05. Besluit en dank

Tijdens het doorkijken van mijn publicaties kwam ik oude interviews tegen, die helaas nog steeds erg actueel zijn. Bijvoorbeeld over wachtlijsten. Ik schreef het in het jaar 2000: 

"Wachtlijsten? Daar ben ik soms voor en soms tegen. Een paar jaar geleden heb ik tijdens een weekenddienst 2 x 10 uur gewerkt, omdat er te weinig personeel was en we geen patiënten wilden afbellen. Vanaf half elf kreeg ik klachten dat ik te laat was en later ging ook regelmatig de pieper (mobiele telefoons hadden we nog niet) met de vraag waar ik bleef.  De bereikbaarheidsdienst gaf wel toe, dat ze ook niet begreep hoe ik zo'n vol pakket tot een goed einde moest brengen. Het was denk ik vier jaar geleden, maar ik krijg het nog benauwd als ik aan dat weekend denk. Dan liever een wachtlijst of cliënten afbellen. Hoe erg ik dat ook vind.

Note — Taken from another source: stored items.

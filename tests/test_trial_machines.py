"""What a first-time user met describing brace8 and nib2 (tests/machines/) from the reference alone."""

from __future__ import annotations

from pathlib import Path

import pytest

import asm
from emu import MachineError, Observer, machine_from_text

from cli_support import cli
from debugger_programs import session_for
from engine_support import MACHINES, boot

HERE = Path(__file__).parent

NIB2 = MACHINES["nib2"]

# nib2: ldi a, 1 / 1111 1110: the prefix, then an extension word no instruction has (the prefix
# runs as a one-word no-op, so 1110 then runs as mov b, a) / jmp 0
UNDEFINED_EXTENSION_LOOP = [0b0010, 1, 0b1111, 0b1110, 0b1000, 0, 0]


def test_an_undefined_extension_word_in_a_hot_loop_runs_as_stepping_does():
    """The block path once met a decode group's undefined later word with no way to count it."""
    fast = boot(NIB2, UNDEFINED_EXTENSION_LOOP)
    fast.blocks.threshold, fast.blocks.warm_up = 1, 0
    slow = boot(NIB2, UNDEFINED_EXTENSION_LOOP)
    slow.observe(Observer())
    for emu in (fast, slow):
        emu.run(max_cycles=3000)
    assert fast.blocks.built > 0
    assert (fast.cycles, fast.pc, fast.get("a")) == (slow.cycles, slow.pc, slow.get("a"))
    assert fast.warnings == slow.warnings
    assert fast.warnings[0].startswith("undefined opcode at 0x02 ran as a no-op (")


NIB2_TEXT = (HERE / "machines" / "nib2.toml").read_text(encoding="utf-8")
PUT_STEP = '"out(0, {b, a})"'


def test_both_trial_programs_pass_without_options(capsys):
    code, out, _err = cli(capsys, "test", HERE / "trial_programs")
    assert code == 0, out
    assert out.splitlines()[-1] == "2 programs: 2 passed, 0 failed"


def test_a_4_bit_machine_prints_a_character_from_two_words():
    """ASCII (RFC 20) codes 'A' as 0x41: high word 4, low word 1."""
    program = asm.assemble_text("        ldi b, 4\n        ldi a, 1\n        put\n        halt\n", NIB2)
    emu = boot(NIB2, program.flat())
    emu.run(max_cycles=200)
    assert bytes(emu.output) == "A".encode("ascii") == bytes([0x41])


@pytest.mark.parametrize("step, message", [
    ('"out(1, {b, a})"', "output port 1 (lamps) holds 4 bits but the value written to it has 8"),
    ('"out(0, {a, b, a})"', "output port 0 (console) holds 8 bits but the value written to it has 12"),
    ('"out(5, {b, a})"', "output port 5 (no device: the data bus) holds 4 bits but the value written to it has 8"),
    ('"out(x, {a, b, a})"', "the output port (computed by the step: the widest output device) holds 8 bits but "
                            "the value written to it has 12"),
])
def test_a_port_takes_what_its_device_keeps(step, message):
    with pytest.raises(MachineError) as caught:
        machine_from_text(NIB2_TEXT.replace(PUT_STEP, step), "nib2.toml")
    assert str(caught.value).splitlines()[0].endswith(f"instruction 'put' step 5: {message}")
    machine_from_text(NIB2_TEXT.replace(PUT_STEP, '"out(x, {b, a})"'), "nib2.toml")   # 8 bits: the console's


def test_stopped_inside_the_fetch_the_debugger_says_so(tmp_path, monkeypatch):
    """brace8's fetch takes two steps: after one pulse the instruction is still being fetched."""
    monkeypatch.chdir(tmp_path)
    session = session_for(tmp_path, "        add b\n        halt\n", machine=MACHINES["brace8"], name="add.asm")
    assert session.execute("pulse").splitlines()[-1] == \
        "inside the fetch of: add b   at 0000 add.asm:1, fetch step 2 of 2 next"
    assert session.execute("pulse").splitlines()[-1] == "inside: add b   at 0000 add.asm:1, micro-step 3 of 8 next"


def test_a_value_too_wide_for_a_word_is_written_in_the_machines_hex(tmp_path, monkeypatch):
    monkeypatch.chdir(tmp_path)
    session = session_for(tmp_path, "        halt\nsum:    .byte 0\n", machine=NIB2, name="sum.asm")
    assert session.execute("put [sum] 0x1F") == "error: 0x1F does not fit [0x01], 4 bits (-8…15, or 0x0…0xF)"
    assert session.execute("put [sum] 0xF") == "[01] = 0xF (15)"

Maar in sommige situaties ben ik beslist tegen de wachtlijst. Een paar voorbeelden. Een patiënt wordt aangemeld bij de wijkverpleging met een klein wondje. Tegen de tijd dat zij aan de beurt is ligt het hele been open. Of iemand die elke dag gezalfd wordt, wordt aangemeld voor tweemaal per dag zalven. Na een week of vier wordt dat gehonoreerd. Als het weer beter gaat BLIJFT zij tweemaal daags in zorg, vanwege die wachtlijst. Want als het weer slechter mocht gaan… 

Of neem het echtpaar dat zelf voor de sondevoeding heeft leren zorgen, maar die zegt "De huisarts heeft geadviseerd om de wijkverpleging niet af te zeggen, want mijn vrouw is erg ziek en anders komt ze weer op de wachtlijst."

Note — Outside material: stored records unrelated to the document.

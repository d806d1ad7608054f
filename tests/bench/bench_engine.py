"""Free-running speed of the engine against a hand-written interpreter.

Run:  python tests/bench/bench_engine.py [--cycles N]

The program is a long ref8 loop built from the machine description's own
encodings. The baseline is a minimal interpreter of the same instructions
written by hand the usual way (a dispatch table of small functions over a
register list), existing only here. Both run the same number of cycles in
one process and the report gives cycles/s, instructions/s and the ratio.
"""

from __future__ import annotations

import argparse
import sys
import time
from pathlib import Path

sys.path.insert(0, str(Path(__file__).resolve().parents[2]))
sys.path.insert(0, str(Path(__file__).resolve().parents[1]))

from emu import Emulator, load_machine  # noqa: E402

from engine_support import encode  # noqa: E402

MACHINE = load_machine("ref8")


def loop_program() -> list[int]:
    e = lambda display, **f: encode(MACHINE, display, **f)  # noqa: E731
    words = []
    words += e("li rd, imm", rd=3, imm=0)
    words += e("li x, addr", addr=0x8000)
    loop = len(words)
    words += e("add rd, rs", rd=0, rs=1)
    words += e("adc rd, imm", rd=1, imm=3)
    words += e("st [x], rs", rs=0)
    words += e("inc x")
    words += e("ld rd, [x]", rd=2)
    words += e("dec rd", rd=3)
    words += e("cmp rd, imm", rd=3, imm=0)
    jnz_at = len(words)
    words += e("jnz addr", addr=0)
    words += e("call addr", addr=0)
    call_at = len(words) - 3
    words += e("li x, addr", addr=0x8000)
    words += e("jmp addr", addr=loop)
    sub = len(words)
    words += e("push rs", rs=0)
    words += e("pop rd", rd=4)
    words += e("ret")
    words[jnz_at + 1:jnz_at + 3] = [loop & 0xFF, loop >> 8]
    words[call_at + 1:call_at + 3] = [sub & 0xFF, sub >> 8]
    return words


def handwritten_interpreter(words: list[int], cycle_limit: int) -> tuple[int, int, list[int]]:
    """The same ten instructions, interpreted by hand; returns cycles, instructions, registers."""
    mem = bytearray(65536)
    mem[:len(words)] = bytes(words)
    r = [0] * 8
    state = {"pc": 0, "sp": 0, "z": 0, "n": 0, "c": 0, "v": 0}

    def fetch():
        pc = state["pc"]
        state["pc"] = (pc + 1) & 0xFFFF
        return mem[pc]

    def flags_add(a, b, res):
        state["c"] = res >> 8 & 1
        state["v"] = ((a ^ res) & (b ^ res)) >> 7 & 1
        res &= 0xFF
        state["z"] = int(res == 0)
        state["n"] = res >> 7
        return res

    def li(op):
        r[op & 7] = fetch()
        return 2

    def li_x(op):
        r[7] = fetch()
        r[6] = fetch()
        return 3

    def add_rr(op):
        b = fetch()
        d, s = b >> 3 & 7, b & 7
        r[d] = flags_add(r[d], r[s], r[d] + r[s])
        return 3

    def adc_imm(op):
        d, b = op & 7, fetch()
        r[d] = flags_add(r[d], b, r[d] + b + state["c"])
        return 2

    def st_x(op):
        mem[r[6] << 8 | r[7]] = r[op & 7]
        return 2

    def inc_x(op):
        x = ((r[6] << 8 | r[7]) + 1) & 0xFFFF
        r[6], r[7] = x >> 8, x & 0xFF
        state["z"] = int(x == 0)
        return 2

    def ld_x(op):
        r[op & 7] = mem[r[6] << 8 | r[7]]
        return 2

    def dec(op):
        d = op & 7
        res = (r[d] - 1) & 0xFF
        r[d] = res
        state["z"], state["n"] = int(res == 0), res >> 7
        return 2

    def cmp_imm(op):
        a, b = r[op & 7], fetch()
        res = a - b
        state["c"] = res >> 8 & 1
        state["v"] = ((a ^ b) & (a ^ res)) >> 7 & 1
        res &= 0xFF
        state["z"], state["n"] = int(res == 0), res >> 7
        return 2

    def jnz(op):
        lo = fetch()
        hi = mem[state["pc"]]
        state["pc"] = (state["pc"] + 1) & 0xFFFF if state["z"] else hi << 8 | lo
        return 3

    def jmp(op):
        lo = fetch()
        state["pc"] = mem[state["pc"]] << 8 | lo
        return 3

    def call(op):
        lo, hi = fetch(), fetch()
        pc, sp = state["pc"], state["sp"]
        sp = (sp - 1) & 0xFFFF
        mem[sp] = pc >> 8
        sp = (sp - 1) & 0xFFFF
        mem[sp] = pc & 0xFF
        state["sp"], state["pc"] = sp, hi << 8 | lo
        return 5

    def push(op):
        state["sp"] = (state["sp"] - 1) & 0xFFFF
        mem[state["sp"]] = r[op & 7]
        return 2

    def pop(op):
        r[op & 7] = mem[state["sp"]]
        state["sp"] = (state["sp"] + 1) & 0xFFFF
        return 2

    def ret(op):
        sp = state["sp"]
        lo, hi = mem[sp], mem[(sp + 1) & 0xFFFF]
        state["sp"], state["pc"] = (sp + 2) & 0xFFFF, hi << 8 | lo
        return 3

    table = {}
    for display, handler in [("li rd, imm", li), ("li x, addr", li_x), ("add rd, rs", add_rr),
                             ("adc rd, imm", adc_imm), ("st [x], rs", st_x), ("inc x", inc_x),
                             ("ld rd, [x]", ld_x), ("dec rd", dec), ("cmp rd, imm", cmp_imm),
                             ("jnz addr", jnz), ("jmp addr", jmp), ("call addr", call),
                             ("push rs", push), ("pop rd", pop), ("ret", ret)]:
        ins = next(i for i in MACHINE.instructions if i.display == display)
        for word, index in enumerate(MACHINE.decode_table):
            if index == ins.index:
                table[word] = handler
    cycles = instructions = 0
    while cycles < cycle_limit:
        op = fetch()
        cycles += table[op](op)
        instructions += 1
    return cycles, instructions, r


def main() -> None:
    parser = argparse.ArgumentParser(description=__doc__.splitlines()[0])
    parser.add_argument("--cycles", type=int, default=10_000_000)
    args = parser.parse_args()
    words = loop_program()

    emu = Emulator(MACHINE)
    emu.load([(0, words)])
    start = time.perf_counter()
    emu.run(max_cycles=args.cycles)
    engine_s = time.perf_counter() - start

    start = time.perf_counter()
    base_cycles, base_instructions, base_regs = handwritten_interpreter(words, args.cycles)
    base_s = time.perf_counter() - start

    check = Emulator(MACHINE)
    check.load([(0, words)])
    check.run(max_cycles=base_cycles)
    assert [check.get(f"r{i}") for i in range(8)] == base_regs, "baseline and engine disagree"

    engine_ips, base_ips = emu.instructions / engine_s, base_instructions / base_s
    print(f"program: {len(words)} words, {args.cycles:,} cycles")
    print(f"engine (fused path): {emu.cycles / engine_s:>12,.0f} cycles/s {engine_ips:>12,.0f} instructions/s")
    print(f"hand-written baseline: {base_cycles / base_s:>10,.0f} cycles/s {base_ips:>12,.0f} instructions/s")
    print(f"ratio engine / baseline: {engine_ips / base_ips:.2f}")


if __name__ == "__main__":
    main()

Een vicieuze cirkel! Vanwege de angst voor de wachtlijst blijven mensen langer of vaker in zorg en ook daardoor is er weinig ruimte voor nieuwe cliënten…

Wat is dit onderwerp anno 2018, dus ACHTTIEN jaar later, nog angstig actueel. De toegenomen werkdruk is een van de redenen dat ik op 64-jarige leeftijd met (pre)pensioen ga, in plaats van nog 3 jaar te blijven. Zorgverzekeraars en de directie van zorgorganisaties willen meer doelmatigheid, lees: meer cliënten in minder tijd. Als je dat iets te ver doorvoert, jaag je er de medewerkers mee de ziektewet in, of ze vertrekken naar een andere baan of gaan met pensioen.

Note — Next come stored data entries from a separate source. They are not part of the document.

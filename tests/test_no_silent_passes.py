"""Damaged or incomplete input never passes: named files keep their kind, images need
their debug file, warnings and programs without checks fail, short input is reported."""

from __future__ import annotations

import json

import pytest

import asm
from cli_support import cli, write
from emu import load_machine

REF8 = load_machine("ref8")

CHECKED = "start:  li r0, 5   ; five\n        halt\n        .expect r0 == 5\n"


@pytest.mark.parametrize("damage, line, column, message", [
    (lambda data: data + b"\x1a", 4, 1, "unexpected character '\\x1a'"),
    (lambda data: data.replace(b"five", b"f\xe4nf"), 1, 23, "byte 0xE4 is not UTF-8 text"),
], ids=["0x1A at the end", "Latin-1 a-umlaut in a comment"])
def test_a_named_source_with_a_stray_byte_is_a_located_error(capsys, tmp_path, damage, line, column, message):
    """Before the fix the content sniffing took such a file for a raw binary and ran it."""
    path = tmp_path / "prog.asm"
    path.write_bytes(damage(CHECKED.encode()))
    code, out, _err = cli(capsys, "test", path)
    assert code == 1
    assert out.startswith(f"FAIL  {path}: cannot run it")
    assert f"{path}:{line}:{column}: error: {message}" in out
    assert out.splitlines()[3].strip() == "^"


def test_a_named_hex_file_with_a_nul_byte_is_a_located_error(capsys, tmp_path):
    """Before the fix a NUL made the file a raw binary, run to the cycle limit."""
    source = write(tmp_path, "prog.asm", CHECKED)
    assert cli(capsys, "asm", source)[0] == 0
    image = tmp_path / "prog.hex"
    data = bytearray(image.read_bytes())
    data[5] = 0
    image.write_bytes(bytes(data))
    code, _out, err = cli(capsys, "run", image)
    assert code == 1
    assert err.startswith(f"{image}:1:6: error: '\\x00' is not a hex digit")


@pytest.mark.parametrize("name, content, kind", [
    ("p.asm", b"  nop\n\x1a", "source"),
    ("p.inc", b"; caf\xe9\n", "source"),
    ("p.hex", b":00\x0000001FF\n", "hex"),
    ("p.ihx", b"\xff\xfe", "hex"),
    ("p.img", b"  nop\n\x1a", "binary"),
])
def test_the_name_settles_the_kind_before_the_content(tmp_path, name, content, kind):
    path = tmp_path / name
    path.write_bytes(content)
    assert asm.sniff(path) == kind


def _image_without_debug_file(capsys, tmp_path):
    source = write(tmp_path, "prog.asm", "        li r0, 1\n        pause\n        .expect r0 == 1\n"
                                         "        li r0, 2\n        halt\n        .expect r0 == 2\n")
    assert cli(capsys, "asm", source, "--no-debug")[0] == 0
    return tmp_path / "prog.hex"


def test_test_refuses_an_image_without_its_debug_file(capsys, tmp_path):
    """Before the fix it ran to the first pause, took it for the end and passed with 0 checks."""
    image = _image_without_debug_file(capsys, tmp_path)
    code, out, _err = cli(capsys, "test", image)
    assert code == 1
    assert out.startswith(f"FAIL  {image}: cannot run it")
    assert "no debug file beside the image" in out and "pauses cannot be told from halts" in out


def test_run_says_an_image_without_its_debug_file_may_have_stopped_at_a_pause(capsys, tmp_path):
    image = _image_without_debug_file(capsys, tmp_path)
    code, out, _err = cli(capsys, "run", image, "--json")
    facts = json.loads(out)
    assert code == 0 and facts["pc"] == 3            # stopped at the pause, two words in
    assert facts["warnings"] == [f"no debug file beside the image (looked for {tmp_path / 'prog.dbg.json'}): "
                                 f"a pause cannot be told from a halt, so this halt may be a pause"]
    code, text, _err = cli(capsys, "run", image)
    assert "this halt may be a pause" in text


@pytest.mark.parametrize("body, warning", [
    ("        .byte 0x98\n", "undefined opcode at 0x0000 ran as a no-op"),
    ("        out 9, r0\n", "1 write to port 9, which has no device"),
    ("        in r1, 1\n", "1 read past the end of the input stream (0 bytes), answered with 0"),
], ids=["undefined opcode", "port with no device", "read past the input"])
def test_a_run_with_a_warning_fails_its_test_and_shows_it(capsys, tmp_path, body, warning):
    """Before the fix these programs passed and the warnings were not shown."""
    prog = write(tmp_path, "w.asm", body + "        halt\n        .expect r0 == 0\n")
    code, out, _err = cli(capsys, "test", prog)
    assert code == 1
    assert out.splitlines()[:2] == [f"FAIL  {prog}  (1 check at 1 halt, {out.split('halt, ')[1].split(')')[0]})",
                                    f"      warning: {warning}"]
    code, out, _err = cli(capsys, "test", prog, "--json")
    assert json.loads(out)["programs"][0]["warnings"] == [warning]


def test_a_program_without_checks_fails_with_the_reason(capsys, tmp_path):
    prog = write(tmp_path, "n.asm", "        li r0, 1\n        halt\n")
    code, out, _err = cli(capsys, "test", prog)
    assert code == 1
    assert out.splitlines()[1] == "      the program has no .expect checks, so nothing was tested"


def test_reading_past_the_input_gives_0_and_is_reported_by_run(capsys, tmp_path):
    """The value stays 0, as the reference says for an exhausted stream; the run now says so."""
    prog = write(tmp_path, "r.asm", "        in r0, 1\n        in r1, 1\n        in r2, 1\n        halt\n")
    code, out, _err = cli(capsys, "run", prog, "--input-text", "A", "--json")
    facts = json.loads(out)
    assert code == 0
    assert [facts["registers"][r] for r in ("r0", "r1", "r2")] == [ord("A"), 0, 0]
    assert facts["warnings"] == ["2 reads past the end of the input stream (1 byte), answered with 0"]
    code, text, _err = cli(capsys, "run", prog, "--input-text", "A")
    assert "    - 2 reads past the end of the input stream (1 byte), answered with 0" in text.splitlines()


def test_the_read_past_the_input_count_survives_a_snapshot():
    from emu import Emulator
    machine = Emulator(REF8)
    machine.ports.read(1)
    other = Emulator(REF8)
    other.ports.restore(machine.ports.state())
    assert other.ports.reads_past_end == 1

Afgelopen week deed ik een indicatie-huisbezoek. Mijnheer had hulp nodig met ADL, in verband met ernstige rugklachten. We waren telefonisch overeenkomen dat hij drie keer per week hulp zou krijgen, omdat elke dag mij te vermoeiend en te pijnlijk voor hem leek. Na het papierwerk keek ik na, of hij al ingepland stond, en ja hoor. Mijnheer was blij verbaasd, en zijn bezoek riep meteen: “Tjonge, bij ons moet je minimaal een week wachten.” Intussen probeert mijn organisatie zoveel mogelijk collega’s binnenboord te houden en helpen collega’s elkaar. Toen er buiten een dik pak sneeuw lag belde een collega mij, en bood hulp aan. Ze kende mijn angst voor gladheid en voor vallen. Dankzij haar kon ik mijn fiets aan de rand van de wijk laten staan en alles lopend afdoen. En toen ik teveel stress kreeg van het eindverantwoordelijk zijn voor de nieuwe indicaties, werd ik van het rooster gehaald, maar deed ik wel de huisbezoeken. Gedurende mijn hele werkzame periode bij Activite trof ik fijne collega’s en fijne teamleiders, die me over moeilijke periodes heen hielpen.  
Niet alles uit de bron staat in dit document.